Fast forward a few years and Helen and John were celebrating their ruby wedding anniversary at Freshwater. They visited The Priory, then up for sale after the former St Dominic’s Priory had closed, and were convinced it was the house Helen had seen in her dream.
A public meeting was arranged on the Island in 1991 and the house was eventually bought for £275,000. The Carisbrooke Priory Trust was later formed, inspired by the vision Helen had all those years ago, to form a non-denominational Christian charity, dedicated to helping people in mental distress.
Remarkably, one of the nuns who had lived at The Priory before it shut in 1989, Sister Mary Albert, had also prayed for a house that would reconcile and heal what she saw as the divided body of Christ.
At the same time as Helen had her vision, she composed a prayer, which she recited every day for 25 years and saw her vision made reality when the trust was formed.
Today, the trust provides an oasis of calm for people who suffer from mental health issues, staying true to its original aims of being a non-denominational centre where people can go to find relief from mental anguish through the power of prayer.
The Rev Chris Lane, 63, has been chaplain at The Priory for the past 16 years.
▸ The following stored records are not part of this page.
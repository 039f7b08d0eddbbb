import 'server-only';
import { alias } from 'drizzle-orm/pg-core';
import { and, asc, desc, eq, inArray, sql, type SQL } from 'drizzle-orm';
import { z } from 'zod';
import type { DbOrTx } from '@/db/client';
import {
  calibrationCheck,
  custodyEvent,
  delivery,
  disputeCase,
  instrument,
  intakeResult,
  measurementSet,
  organisation,
  reading,
  sample,
  schemeRules,
  supplierFarm,
  user,
} from '@/db/schema';
import type { Actor } from '@/lib/auth/actor';
import { can } from '@/lib/auth/permissions';
import { assertCan } from '@/lib/auth/session';
import { notFound } from '@/lib/errors';
import { intakeVerdict } from '@/lib/intake/verdict';
import { contestDeadline } from '@/lib/intake/notice';
import { fromTenthMilliC } from '@/lib/temperature';

function visibility(actor: Actor): SQL {
  if (actor.role === 'supplier') return eq(delivery.supplierOrganisationId, actor.organisationId);
  if (actor.role === 'plant') return eq(delivery.plantOrganisationId, actor.organisationId);
  return sql`false`;
}

/**
 * One delivery as its record stands: the load, its samples and custody, and every intake result it
 * has had, oldest first, each with the readings, the instrument check and the rules it rests on. A
 * corrected result is kept beside the correction, never replaced.
 */
export async function getDeliveryRecord(db: DbOrTx, actor: Actor, deliveryId: string, now = new Date()) {
  assertCan(actor, 'delivery', 'read');
  if (!z.uuid().safeParse(deliveryId).success) throw notFound('That delivery');
  const [load] = await db
    .select({
      id: delivery.id,
      reference: delivery.reference,
      collectedAt: delivery.collectedAt,
      receivedAt: delivery.receivedAt,
      volumeLitres: delivery.volumeLitres,
      tanker: delivery.tanker,
      compartment: delivery.compartment,
      receiptTempTenthMilliC: delivery.receiptTempTenthMilliC,
      farmId: supplierFarm.id,
      farmName: supplierFarm.name,
      herdCode: supplierFarm.herdCode,
      supplierOrganisationId: delivery.supplierOrganisationId,
      supplierName: organisation.name,
    })
    .from(delivery)
    .innerJoin(supplierFarm, eq(supplierFarm.id, delivery.farmId))
    .innerJoin(organisation, eq(organisation.id, delivery.supplierOrganisationId))
    .where(and(eq(delivery.id, deliveryId), visibility(actor)));
  if (!load) throw notFound('That delivery');

  const decider = alias(user, 'decider');
  const [samples, results, cases] = await Promise.all([
    db.select().from(sample).where(and(eq(sample.deliveryId, load.id), inArray(sample.kind, ['routine', 'retained']))).orderBy(desc(sample.kind)),
    db
      .select({
        id: intakeResult.id,
        verdict: intakeResult.verdict,
        valueTenthMilliC: intakeResult.valueTenthMilliC,
        limitTenthMilliC: intakeResult.limitTenthMilliC,
        decisionRule: intakeResult.decisionRule,
        addedWaterBasisPoints: intakeResult.addedWaterBasisPoints,
        amountMinor: intakeResult.amountMinor,
        currency: intakeResult.currency,
        decidedAt: intakeResult.decidedAt,
        decidedByName: decider.name,
        notifiedAt: intakeResult.notifiedAt,
        supersedesId: intakeResult.supersedesId,
        supersededAt: intakeResult.supersededAt,
        correctionReason: intakeResult.correctionReason,
        rulesVersionId: schemeRules.id,
        rulesVersion: schemeRules.version,
        rules: schemeRules.rules,
        rulesEffectiveFrom: schemeRules.effectiveFrom,
        setId: measurementSet.id,
        analystName: measurementSet.analystName,
        testedAt: measurementSet.testedAt,
        sampleTempTenthMilliC: measurementSet.sampleTempTenthMilliC,
        preparation: measurementSet.preparation,
        resultBasis: measurementSet.resultBasis,
        readingsUsed: measurementSet.readingsUsed,
        calibrationWarning: measurementSet.calibrationWarning,
        instrumentId: instrument.id,
        instrumentSerial: instrument.serialNumber,
        instrumentDescription: instrument.description,
        checkId: calibrationCheck.id,
        checkedAt: calibrationCheck.checkedAt,
        checkPass: calibrationCheck.pass,
        checkWithin: calibrationCheck.within,
        checkTotal: sql<number | null>`cardinality(${calibrationCheck.readingsTenthMilliC})`,
        checkNominalTenthMilliC: calibrationCheck.nominalTenthMilliC,
        checkValidUntil: calibrationCheck.validUntil,
      })
      .from(intakeResult)
      .innerJoin(schemeRules, eq(schemeRules.id, intakeResult.rulesVersionId))
      .innerJoin(measurementSet, eq(measurementSet.id, intakeResult.measurementSetId))
      .innerJoin(instrument, eq(instrument.id, measurementSet.instrumentId))
      .leftJoin(calibrationCheck, eq(calibrationCheck.id, measurementSet.calibrationCheckId))
      .leftJoin(decider, eq(decider.id, intakeResult.decidedBy))
      .where(eq(intakeResult.deliveryId, load.id))
      .orderBy(asc(intakeResult.decidedAt), asc(intakeResult.createdAt)),
    db
      .select({ id: disputeCase.id, number: disputeCase.number, status: disputeCase.status, intakeResultId: disputeCase.intakeResultId })
      .from(disputeCase)
      .where(eq(disputeCase.deliveryId, load.id))
      .orderBy(desc(disputeCase.openedAt)),
  ]);
  const sampleIds = samples.map((s) => s.id);
  const setIds = results.map((r) => r.setId);
  const [custody, readings] = await Promise.all([
    sampleIds.length ? db.select().from(custodyEvent).where(inArray(custodyEvent.sampleId, sampleIds)).orderBy(asc(custodyEvent.at), asc(custodyEvent.createdAt)) : [],
    setIds.length ? db.select().from(reading).where(inArray(reading.measurementSetId, setIds)).orderBy(asc(reading.position)) : [],
  ]);

  const items = results.map((r) => {
    // The acceptance limit and arithmetic are recomputed from the stored value under the result's own rules version.
    const detail = intakeVerdict({ value: fromTenthMilliC(r.valueTenthMilliC), readingsUsed: r.readingsUsed ?? 2, volumeLitres: load.volumeLitres, rules: r.rules });
    const deadline = r.notifiedAt ? contestDeadline(r.notifiedAt, r.rules.deadlines.contestHours) : null;
    const dispute = cases.find((c) => c.intakeResultId === r.id && c.status !== 'withdrawn') ?? null;
    return {
      ...r,
      readings: readings.filter((x) => x.measurementSetId === r.setId).map((x) => ({ position: x.position, valueTenthMilliC: x.valueTenthMilliC, flag: x.flag })),
      acceptanceLimit: detail.acceptanceLimit,
      limitApplied: detail.limitApplied,
      arithmetic: detail.arithmetic,
      contestDeadline: deadline,
      contestOpen: !r.supersededAt && r.verdict !== 'accepted' && !dispute && deadline !== null && deadline.getTime() > now.getTime(),
      dispute,
    };
  });
  const current = items.find((r) => !r.supersededAt) ?? null;
  const everDisputed = cases.length > 0;
  return {
    ...load,
    samples: samples.map((s) => ({ ...s, custody: custody.filter((c) => c.sampleId === s.id) })),
    results: items,
    current,
    mayCorrect: can(actor.role, 'intake', 'correct') && !!current && !everDisputed,
    correctionBlockedBy: everDisputed ? cases[0].number : null,
  };
}

export type DeliveryRecord = Awaited<ReturnType<typeof getDeliveryRecord>>;
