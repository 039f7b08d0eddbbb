import 'server-only';
import { and, eq } from 'drizzle-orm';
import type { Db, Tx } from '@/db/client';
import { disputeCase } from '@/db/schema';
import type { Actor } from '@/lib/auth/actor';
import { can } from '@/lib/auth/permissions';
import { recordAudit, type AuditContext } from '@/lib/audit/record';
import { caseStatusLabel } from '@/lib/cases/labels';
import { isBindingOutcome, SIGNATURE_MEANING, type BindingOutcome } from '@/lib/decision/labels';
import { correctDecisionSchema, signDecisionSchema } from '@/lib/decision/schemas';
import { AppError, invalidInput } from '@/lib/errors';
import { findVisibleCase } from './cases';
import { conflictOfInterest, reauthenticate } from './decision-auth';
import { decisionBasis, settlementOrRefusal } from './decision-draft';
import { deliverDecision } from './decision-delivery';
import { currentDecisionOf } from './decision-record';
import { insertSealedDecision, type SealedDecision } from './decision-seal';
import type { CaseRow } from './transitions/context';

export type SignOutcome = { caseId: string; number: string; decisionId: string; outcome: BindingOutcome; recordSha256: string; supersedesId: string | null };
type Context = { origin?: string; now?: Date };

/** Who may sign on this case: 404 for outsiders (the admin among them), 403 for a role or person who may not. */
async function signableCase(db: Db, actor: Actor, caseId: string): Promise<CaseRow> {
  const row = await findVisibleCase(db, actor, caseId);
  if (!can(actor.role, 'case', 'decide')) throw new AppError('forbidden', 'Your role cannot sign a decision.');
  const conflict = await conflictOfInterest(db, actor, row);
  if (conflict) throw new AppError('forbidden', conflict);
  return row;
}

/** The proposal's outcome as it stands: what the form's "departure" rule compares with. */
async function currentProposalOutcome(db: Db, row: CaseRow): Promise<string | null> {
  if (row.status !== 'review' && row.status !== 'decided') return null;
  return (await decisionBasis(db, row)).proposal.assessment.outcome;
}

async function sealInTransaction(
  tx: Tx,
  actor: Actor,
  locked: CaseRow,
  input: { outcome: BindingOutcome; reasons: string; departureReason: string },
  signature: { at: Date; method: string; now: Date },
  supersedes: { id: string; recordSha256: string } | null,
): Promise<SealedDecision & { followedProposal: boolean }> {
  const basis = await decisionBasis(tx, locked);
  const settlement = settlementOrRefusal(basis, input.outcome);
  const followedProposal = basis.proposal.assessment.outcome === input.outcome;
  // The proposal may have moved since the form was drawn; departing from it always needs its reason.
  if (!followedProposal && input.departureReason.length < 10) {
    throw new AppError('invalid', 'Some fields need attention.', { fieldErrors: { departureReason: [`The proposal is now “${basis.proposal.assessment.outcome.replaceAll('_', ' ')}”; say in at least 10 characters why you depart from it.`] } });
  }
  const sealed = await insertSealedDecision(tx, {
    caseId: locked.id,
    outcome: input.outcome,
    reasons: input.reasons,
    followedProposal,
    departureReason: followedProposal ? null : input.departureReason,
    proposal: basis.proposal,
    settlement,
    signer: { userId: actor.userId, name: actor.name },
    signedAt: signature.now,
    signatureMeaning: SIGNATURE_MEANING,
    reauthenticatedAt: signature.at,
    reauthenticationMethod: signature.method,
    supersedes,
  });
  return { ...sealed, followedProposal };
}

/**
 * The arbiter signs the binding decision on a case in review. The password is checked first; then,
 * in one transaction on the locked case row: the state check, the sealed decision, the conditional
 * move to "decided" and the audit events — so of two arbiters signing at once exactly one wins, and a
 * refusal anywhere leaves nothing behind. The letter and the mail follow the commit.
 */
export async function signDecision(db: Db, actor: Actor, caseId: string, rawInput: unknown, context: Context = {}): Promise<SignOutcome> {
  const row = await signableCase(db, actor, caseId);
  if (row.status !== 'review') throw new AppError('conflict', `This case is “${caseStatusLabel(row.status)}”; a decision is signed only while it is before the board.`);
  const parsed = signDecisionSchema(await currentProposalOutcome(db, row)).safeParse(rawInput);
  if (!parsed.success) throw invalidInput(parsed.error);
  const input = parsed.data;
  if (!isBindingOutcome(input.outcome)) throw new AppError('invalid', 'Choose uphold, reverse or adjust.', { fieldErrors: { outcome: ['Choose uphold, reverse or adjust.'] } });
  const outcome = input.outcome;
  const reauthenticated = await reauthenticate(db, actor, input.password);
  const now = context.now ?? new Date();
  const audit: AuditContext = { actorUserId: actor.userId, actorOrganisationId: actor.organisationId, origin: context.origin, at: now };

  const sealed = await db.transaction(async (tx) => {
    const [locked] = await tx.select().from(disputeCase).where(eq(disputeCase.id, caseId)).for('update');
    if (locked.status !== 'review') {
      throw new AppError('conflict', `This case is now “${caseStatusLabel(locked.status)}”, so it cannot be decided. Reload the case to see what happened.`);
    }
    const result = await sealInTransaction(tx, actor, locked, { outcome, reasons: input.reasons, departureReason: input.departureReason }, { ...reauthenticated, now }, null);
    const [moved] = await tx
      .update(disputeCase)
      .set({ status: 'decided', decidedAt: now, updatedAt: now })
      .where(and(eq(disputeCase.id, caseId), eq(disputeCase.status, 'review')))
      .returning({ id: disputeCase.id });
    if (!moved) throw new AppError('conflict', 'Someone else changed this case at the same moment. Reload it to see what happened.');
    await recordAudit(tx, audit, {
      action: 'case.transitioned',
      objectType: 'case',
      objectId: caseId,
      caseId,
      change: { from: 'review', to: 'decided', transition: 'decide', detail: { decisionId: result.id, outcome, followedProposal: result.followedProposal } },
    });
    await recordAudit(tx, audit, {
      action: 'decision.sealed',
      objectType: 'decision',
      objectId: result.id,
      caseId,
      change: { outcome, followedProposal: result.followedProposal, recordSha256: result.recordSha256, signingKeyId: result.signingKeyId, signatureMeaning: SIGNATURE_MEANING, reauthenticationMethod: reauthenticated.method, supersedesId: null, correctionReason: null },
    });
    return result;
  });

  await deliverDecision(db, sealed.id, { origin: context.origin });
  return { caseId, number: row.number, decisionId: sealed.id, outcome, recordSha256: sealed.recordSha256, supersedesId: null };
}

/**
 * A correction of a sealed decision: a new decision, signed and sealed the same way, that names the
 * one it supersedes; both are kept. Only the case's current decision can be superseded, so two
 * corrections racing on one decision end with one winner. The case stays decided and read-only.
 */
export async function correctDecision(db: Db, actor: Actor, caseId: string, rawInput: unknown, context: Context = {}): Promise<SignOutcome> {
  const row = await signableCase(db, actor, caseId);
  if (row.status !== 'decided') throw new AppError('conflict', 'Only a decided case has a decision to correct.');
  const parsed = correctDecisionSchema(await currentProposalOutcome(db, row)).safeParse(rawInput);
  if (!parsed.success) throw invalidInput(parsed.error);
  const input = parsed.data;
  if (!isBindingOutcome(input.outcome)) throw new AppError('invalid', 'Choose uphold, reverse or adjust.', { fieldErrors: { outcome: ['Choose uphold, reverse or adjust.'] } });
  const outcome = input.outcome;
  const reauthenticated = await reauthenticate(db, actor, input.password);
  const now = context.now ?? new Date();
  const audit: AuditContext = { actorUserId: actor.userId, actorOrganisationId: actor.organisationId, origin: context.origin, at: now };

  const sealed = await db.transaction(async (tx) => {
    const [locked] = await tx.select().from(disputeCase).where(eq(disputeCase.id, caseId)).for('update');
    if (locked.status !== 'decided') throw new AppError('conflict', 'Only a decided case has a decision to correct.');
    const current = await currentDecisionOf(tx, caseId);
    if (!current || current.id !== input.supersedesId) {
      throw new AppError('conflict', 'That decision is no longer the current one of this case; reload the case and correct the current decision.', { fieldErrors: { supersedesId: ['Not the current decision of this case.'] } });
    }
    if (!current.recordSha256) throw new Error(`Decision ${current.id} is not sealed`);
    const result = await sealInTransaction(tx, actor, locked, { outcome, reasons: input.reasons, departureReason: input.departureReason }, { ...reauthenticated, now }, { id: current.id, recordSha256: current.recordSha256 });
    const [touched] = await tx.update(disputeCase).set({ updatedAt: now }).where(and(eq(disputeCase.id, caseId), eq(disputeCase.status, 'decided'))).returning({ id: disputeCase.id });
    if (!touched) throw new AppError('conflict', 'Someone else changed this case at the same moment. Reload it to see what happened.');
    await recordAudit(tx, audit, {
      action: 'decision.sealed',
      objectType: 'decision',
      objectId: result.id,
      caseId,
      change: { outcome, followedProposal: result.followedProposal, recordSha256: result.recordSha256, signingKeyId: result.signingKeyId, signatureMeaning: SIGNATURE_MEANING, reauthenticationMethod: reauthenticated.method, supersedesId: current.id, correctionReason: input.correctionReason },
    });
    return { ...result, supersedesId: current.id };
  });

  await deliverDecision(db, sealed.id, { origin: context.origin });
  return { caseId, number: row.number, decisionId: sealed.id, outcome, recordSha256: sealed.recordSha256, supersedesId: sealed.supersedesId };
}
He was involved with the formation of the charity at its beginning but, at the start, he was sceptical about founding a Christian charity that concentrated on mental health issues.
He said: "From a personal point of view, I didn’t want to know, I guess because of the church’s attitude at the time. There was a lot of mystery around mental illness."
Chris had originally come to the Island as priest in charge at St Paul’s, Barton. However, he was drawn to the new trust after meeting Helen.
He became its first chairman and was part of the steering group that bought the empty priory. Originally, it had been up for sale for £300,000.
Following negotiations, the price was reduced and the trust was given just one month to find a ten per cent deposit.
Each of the committee members decided to give what they could to buy the property and, miraculously, when the cash was added up at the end of the month, it came to £27,500, enabling them to put a deposit on the building.
Chris said: "It was quite an extraordinary time."
Chris, who has recently been diagnosed with motor neurone disease, is due to retire from the chaplaincy role. At the moment though, he remains as one of the three permanent employees of the trust.
He said: "It is a safe place and we do all we can to see it remains so."
The other full-time members of The Priory are husband and wife team Colin Thornton, 56, and his wife, Marja, 57. Not only are they employees at the trust but have lived there full-time since they moved from Lancashire when the trust was founded with their two children, Tobias and Dominic, then aged 12 and ten respectively.
Chris said: "Our desire was really to help people."
Volunteers at the trust include former prison officer at Parkhurst, Rob Stamp, 61, and his wife, Carole, 62, both from Seaview.
Carole said: "Back in the early 1990s, I had quite a remarkable healing. I had come from a hurt background and had experienced a great deal of depression."
She learned of The Priory’s concentration on mental health issues and decided to go.
She said: "When you come, you are attracted to the people who are here. There is a level of understanding. You are accepted as you are. Nobody pried or asked difficult questions."
Lawrence Jay and his wife, Janet, also have good reason to be grateful to The Priory. Their son, Kingsley, now 47, suffered from learning disabilities, is blind and also has autism.
The NHS was unable to help him, yet his life has been changed by regular visits to The Priory.
Lawrence said: "It is a wonderful resource. He has been made to feel very valuable for the first time. He has been coming here for ten years and has been absorbed into Priory life. He is now able to live reasonably independently with a support worker.
"I don’t think he would have been able to do that if he had not had the help he received here."